New York Times
IN Iraq today, there is a new corps of combatants who show no mercy.
Their targets are venal politicians, heavy-handed American soldiers and the dreaded suicide bombers. Armed with pen and sketchpad, they are the vanguard of Iraqi political cartoonists, taking aim at the state of the country three years after Saddam Hussein fell. With few restrictions on speech now, dozens of newspapers have blossomed in Iraq, and all the major ones seem to run one or two cartoons a day.
Under Mr. Hussein, political cartoons appeared, but they amounted to little more than state propaganda.
Mr.
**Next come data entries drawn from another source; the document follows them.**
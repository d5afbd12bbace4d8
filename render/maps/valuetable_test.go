package maps

import (
	"bytes"
	"context"
	"image/png"
	"math"
	"math/rand/v2"
	"testing"

	"kerrscope/colormap"
	"kerrscope/render/internal/figure"
	"kerrscope/render/pixels"
	"kerrscope/scene"
)

// The colour table by the value's bits gives, wherever it answers, the
// colour the scale gives directly (colormap.Map.At of the position):
// checked for log, split-log and linear positions over values spread
// through the float32 range, the table's edges and every cell boundary
// of a sample of cells.
func TestValueTableIsTheDirectColour(t *testing.T) {
	cases := []struct {
		name  string
		scale colormap.Map
		pos   func(float64) float64
		table bool // a table is expected
	}{
		{"log 4 decades", colormap.Sequential, colormap.LogScale(2.5e-4, 2.5), true},
		{"log 30 decades", colormap.Sequential, colormap.LogScale(1e-30, 1), true},
		{"log radius", colormap.Sequential, colormap.LogScale(1.24, 30), true},
		{"split log g", colormap.Redshift, Scales{GMin: 0.17, GMax: 1.24}.gPositioner(), true},
		{"split log g narrow", colormap.Redshift, Scales{GMin: 0.95, GMax: 1.05}.gPositioner(), true},
		{"linear g", colormap.Redshift, Scales{GMin: 0.4, GMax: 1.3, GLinear: true}.gPositioner(), true},
		{"linear from 1", colormap.Sequential, func(x float64) float64 { return colormap.Linear(x, 1, 7) }, true},
		{"linear from 0", colormap.Sequential, func(x float64) float64 { return colormap.Linear(x, 0, 3) }, true},
		{"bad bounds", colormap.Sequential, colormap.LogScale(-1, 1), false},
	}
	r := rand.New(rand.NewPCG(7, 7))
	for _, c := range cases {
		vt, ok := newValueTable(c.scale, c.pos)
		if ok != c.table {
			t.Errorf("%s: table made %v, want %v", c.name, ok, c.table)
		}
		if !ok {
			continue
		}
		values := []uint32{1, vt.lo - 1, vt.lo, vt.lo + 1, vt.hi - 1, vt.hi, vt.hi + 1, maxFinite32}
		for range 200000 {
			values = append(values, r.Uint32N(maxFinite32)+1, vt.lo+r.Uint32N(vt.hi-vt.lo+1))
		}
		for i := 0; i < vt.n; i += 1 + vt.n/4000 {
			e := vt.lo + uint32(i)<<vt.shift
			values = append(values, e-1, e, e+1)
		}
		answered := 0
		for _, b := range values {
			v := math.Float32frombits(b)
			got, ok := vt.colour(v)
			if !ok {
				continue
			}
			answered++
			if want := c.scale.At(c.pos(float64(v))); got != want {
				t.Fatalf("%s: value %g (bits %#x): table %v, direct %v", c.name, v, b, got, want)
			}
		}
		if answered < len(values)*9/10 {
			t.Errorf("%s: the table answered %d of %d values", c.name, answered, len(values))
		}
	}
}

// The pixel-exact PNG of a map drawn with the colour table is the direct
// evaluation of every pixel (Classify, then the scale's At or the class's
// colour) within 1 level per channel, over several maps and scales (log
// and linear intensity, split and linear redshift, fixed and automatic
// ranges). The PNG is decoded with image/png, an independent reader.
func TestBareMapIsTheDirectColour(t *testing.T) {
	n := 512 // large enough for the table (tableMinPixels)
	f := renderDefault(t, func(s *scene.Scene) {
		s.Hole.Spin, s.Observer.InclinationDeg = 0.94, 63
		s.Screen.Width, s.Screen.Height = n, n
	})
	if f.W*f.H < tableMinPixels {
		t.Fatalf("a %d² frame is drawn without the table", n)
	}
	auto := AutoScales(f)
	fixed := Scales{GMin: 0.3, GMax: 1.2, IMax: auto.IMax / 3, IDecades: 2, RMin: 2, RMax: 12}
	linear := f.Res
	linear.Output.IntensityScale = "linear"
	fl := *f
	fl.Res = linear
	frames := []struct {
		name string
		f    *pixels.Frame
	}{{"log intensity", f}, {"linear intensity", &fl}}
	for _, fr := range frames {
		for _, sc := range []struct {
			name string
			sc   Scales
		}{{"auto", Scales{}}, {"fixed", fixed}, {"linear g", Scales{GLinear: true}}, {"fixed linear g", func() Scales { x := fixed; x.GLinear = true; return x }()}} {
			for _, name := range []string{"redshift", "intensity", "radius", "order", "shadow"} {
				m, err := Lookup(name)
				if err != nil {
					t.Fatal(err)
				}
				var buf bytes.Buffer
				if err := figure.EncodePNG(&buf, m.Image(fr.f, sc.sc)); err != nil {
					t.Fatal(err)
				}
				img, err := png.Decode(&buf)
				if err != nil {
					t.Fatal(err)
				}
				class, pos := m.Classify(fr.f, sc.sc)
				worst, moved := 0, 0
				for k := range class {
					want := m.colour(class[k], pos[k])
					r, g, b, _ := img.At(k%fr.f.W, k/fr.f.W).RGBA()
					d := max(absDiff(r>>8, uint32(want.R)), absDiff(g>>8, uint32(want.G)), absDiff(b>>8, uint32(want.B)))
					if d > 0 {
						moved++
					}
					worst = max(worst, int(d))
				}
				if worst > 1 {
					t.Errorf("%s, %s scales, %s: a pixel is %d levels from the direct colour (%d pixels differ)", fr.name, sc.name, name, worst, moved)
				}
				if moved > 0 {
					t.Logf("%s, %s scales, %s: %d pixels within 1 level of the direct colour", fr.name, sc.name, name, moved)
				}
			}
		}
	}
}

// renderDefault renders the default scene as changed by edit, failing the
// test on an error.
func renderDefault(t *testing.T, edit func(*scene.Scene)) *pixels.Frame {
	t.Helper()
	s := scene.Default()
	edit(&s)
	r, err := s.Resolve()
	if err != nil {
		t.Fatal(err)
	}
	f, err := pixels.Render(context.Background(), r, nil)
	if err != nil {
		t.Fatal(err)
	}
	return f
}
Hussein and his aides were, of course, immune from being satirized.
Now, no one is spared. Freedom of speech may be one of the few clear successes of the American-led invasion, but it has a price: the cartoonists refuse to buy into any narrative of a golden dawn for Iraq. A deep cynicism — about politicians in general, and policies that have turned Iraq into a sectarian bloodbath — emerges in virtually every cartoon.
Even top Bush administration officials have taken notice. On a visit to Baghdad this month, Secretary of State Condoleezza Rice pointed to recent Iraqi cartoons as a sign of the ordinary people's restlessness over endless negotiations to form a new government.
In the four drawings here, all published in the past week, the black humor is evident.
1. Al Sabah, financed by the Shiite-led government, ran a caricature of Hosni Mubarak, the Egyptian president, after he said that Iraqi Shiites were more loyal to Iran than to Iraq. Shiite leaders here accused Mr. Mubarak of fueling tensions between Sunni Arabs and Shiites. In the cartoon, Mr. Mubarak's tie bears a Star of David, linking him to Israel, a common target of Arab anger.
2. A cartoon from Al Bayyna al Jadidah , a conservative Shiite newspaper, questions the idea of celebrating the third anniversary of the toppling of a Saddam Hussein statue in central Baghdad, an event intended at the time to signify a quick and decisive victory by the American forces. Empty boots symbolize the continuing toll of the war — nearly 2,400 American troops and more than 34,000 Iraqi civilians, soldiers and policemen.
3. The past week saw little movement in the political process, and Al Sabah al Jadid showed two men criticizing politicians' empty boasts of progress. The cartoonist, Khudair al-Hamiri, drew during Saddam Hussein's time.
4. One of Iraq's most famous cartoonists, Muayad Naama, had an even darker take on the war before he died last November of a heart attack. His jagged sketches often confronted readers with the violence ingrained in daily life here. Last week, Al Mada printed posthumously a cartoon showing a lovestruck man trying to impress a paramour by decapitating himself, and the woman chastising him for his banal gesture — a statement on how common beheadings have become.